Repeat every entry exactly as given.

§ **Task data**:
-=-=-

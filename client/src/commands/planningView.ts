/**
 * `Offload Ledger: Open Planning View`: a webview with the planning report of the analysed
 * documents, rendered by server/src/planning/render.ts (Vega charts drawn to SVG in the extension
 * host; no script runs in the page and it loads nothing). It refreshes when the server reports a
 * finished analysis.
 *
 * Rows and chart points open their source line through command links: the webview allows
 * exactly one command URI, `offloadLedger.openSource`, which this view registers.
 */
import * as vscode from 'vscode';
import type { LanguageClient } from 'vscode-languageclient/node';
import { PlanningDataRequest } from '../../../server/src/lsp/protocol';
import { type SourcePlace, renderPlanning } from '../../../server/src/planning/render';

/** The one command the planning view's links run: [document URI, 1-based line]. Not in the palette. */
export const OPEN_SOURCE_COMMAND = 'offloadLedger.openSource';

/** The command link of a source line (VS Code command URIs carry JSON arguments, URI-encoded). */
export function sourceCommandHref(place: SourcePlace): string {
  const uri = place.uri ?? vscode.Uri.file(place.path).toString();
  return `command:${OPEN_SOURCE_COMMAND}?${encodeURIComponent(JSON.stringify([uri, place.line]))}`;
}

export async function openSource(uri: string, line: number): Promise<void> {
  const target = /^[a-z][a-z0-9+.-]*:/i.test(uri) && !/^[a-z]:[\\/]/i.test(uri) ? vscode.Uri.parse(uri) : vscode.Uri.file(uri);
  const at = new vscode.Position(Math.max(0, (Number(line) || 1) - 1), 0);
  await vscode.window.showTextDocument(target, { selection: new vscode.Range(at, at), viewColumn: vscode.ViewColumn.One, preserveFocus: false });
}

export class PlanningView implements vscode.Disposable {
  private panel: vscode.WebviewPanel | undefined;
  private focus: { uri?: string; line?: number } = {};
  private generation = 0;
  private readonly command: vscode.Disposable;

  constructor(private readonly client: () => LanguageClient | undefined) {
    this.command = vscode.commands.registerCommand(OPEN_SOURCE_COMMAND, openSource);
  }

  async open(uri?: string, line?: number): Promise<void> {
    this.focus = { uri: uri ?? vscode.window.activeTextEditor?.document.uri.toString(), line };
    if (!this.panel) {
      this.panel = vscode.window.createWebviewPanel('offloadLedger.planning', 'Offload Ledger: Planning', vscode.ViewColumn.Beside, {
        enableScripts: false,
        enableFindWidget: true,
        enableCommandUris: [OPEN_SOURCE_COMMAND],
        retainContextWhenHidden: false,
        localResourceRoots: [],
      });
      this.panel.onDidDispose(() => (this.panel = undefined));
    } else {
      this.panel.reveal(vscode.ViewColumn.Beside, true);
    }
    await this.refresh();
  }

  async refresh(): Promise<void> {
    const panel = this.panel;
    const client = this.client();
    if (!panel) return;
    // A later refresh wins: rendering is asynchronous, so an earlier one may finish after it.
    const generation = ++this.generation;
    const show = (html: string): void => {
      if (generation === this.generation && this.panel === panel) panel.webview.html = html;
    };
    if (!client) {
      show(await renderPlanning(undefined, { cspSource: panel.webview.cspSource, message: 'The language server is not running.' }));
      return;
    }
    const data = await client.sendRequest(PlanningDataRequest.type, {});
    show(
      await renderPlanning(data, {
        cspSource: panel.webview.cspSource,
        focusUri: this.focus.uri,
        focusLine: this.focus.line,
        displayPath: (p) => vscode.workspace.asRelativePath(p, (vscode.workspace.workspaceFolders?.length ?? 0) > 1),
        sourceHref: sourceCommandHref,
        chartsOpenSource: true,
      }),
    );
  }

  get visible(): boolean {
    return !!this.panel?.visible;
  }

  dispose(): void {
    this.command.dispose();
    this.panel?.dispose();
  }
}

-=-=-

§ **Problem solution**:
filename client/src/commands/planningView.ts
/**
 * `Offload Ledger: Open Planning View`: a webview with the planning report of the analysed
 * documents, rendered by server/src/planning/render.ts (Vega charts drawn to SVG in the extension
 * host; no script runs in the page and it loads nothing). It refreshes when the server reports a
 * finished analysis.
 *
 * Rows and chart points open their source line through command links: the webview allows
 * exactly one command URI, `offloadLedger.openSource`, which this view registers.
 */
import * as vscode from 'vscode';
import type { LanguageClient } from 'vscode-languageclient/node';
import { PlanningDataRequest } from '../../../server/src/lsp/protocol';
import { type SourcePlace, renderPlanning } from '../../../server/src/planning/render';

/** The one command the planning view's links run: [document URI, 1-based line]. Not in the palette. */
export const OPEN_SOURCE_COMMAND = 'offloadLedger.openSource';

/** The command link of a source line (VS Code command URIs carry JSON arguments, URI-encoded). */
export function sourceCommandHref(place: SourcePlace): string {
  const uri = place.uri ?? vscode.Uri.file(place.path).toString();
  return `command:${OPEN_SOURCE_COMMAND}?${encodeURIComponent(JSON.stringify([uri, place.line]))}`;
}

export async function openSource(uri: string, line: number): Promise<void> {
  const target = /^[a-z][a-z0-9+.-]*:/i.test(uri) && !/^[a-z]:[\\/]/i.test(uri) ? vscode.Uri.parse(uri) : vscode.Uri.file(uri);
  const at = new vscode.Position(Math.max(0, (Number(line) || 1) - 1), 0);
  await vscode.window.showTextDocument(target, { selection: new vscode.Range(at, at), viewColumn: vscode.ViewColumn.One, preserveFocus: false });
}

export class PlanningView implements vscode.Disposable {
  private panel: vscode.WebviewPanel | undefined;
  private focus: { uri?: string; line?: number } = {};
  private generation = 0;
  private readonly command: vscode.Disposable;

  constructor(private readonly client: () => LanguageClient | undefined) {
    this.command = vscode.commands.registerCommand(OPEN_SOURCE_COMMAND, openSource);
  }

  async open(uri?: string, line?: number): Promise<void> {
    this.focus = { uri: uri ?? vscode.window.activeTextEditor?.document.uri.toString(), line };
    if (!this.panel) {
      this.panel = vscode.window.createWebviewPanel('offloadLedger.planning', 'Offload Ledger: Planning', vscode.ViewColumn.Beside, {
        enableScripts: false,
        enableFindWidget: true,
        enableCommandUris: [OPEN_SOURCE_COMMAND],
        retainContextWhenHidden: false,
        localResourceRoots: [],
      });
      this.panel.onDidDispose(() => (this.panel = undefined));
    } else {
      this.panel.reveal(vscode.ViewColumn.Beside, true);
    }
    await this.refresh();
  }

  async refresh(): Promise<void> {
    const panel = this.panel;
    const client = this.client();
    if (!panel) return;
    // A later refresh wins: rendering is asynchronous, so an earlier one may finish after it.
    const generation = ++this.generation;
    const show = (html: string): void => {
      if (generation === this.generation && this.panel === panel) panel.webview.html = html;
    };
    if (!client) {
      show(await renderPlanning(undefined, { cspSource: panel.webview.cspSource, message: 'The language server is not running.' }));
      return;
    }
    const data = await client.sendRequest(PlanningDataRequest.type, {});
    show(
      await renderPlanning(data, {
        cspSource: panel.webview.cspSource,
        focusUri: this.focus.uri,
        focusLine: this.focus.line,
        displayPath: (p) => vscode.workspace.asRelativePath(p, (vscode.workspace.workspaceFolders?.length ?? 0) > 1),
        sourceHref: sourceCommandHref,
        chartsOpenSource: true,
      }),
    );
  }

  get visible(): boolean {
    return !!this.panel?.visible;
  }

  dispose(): void {
    this.command.dispose();
    this.panel?.dispose();
  }
}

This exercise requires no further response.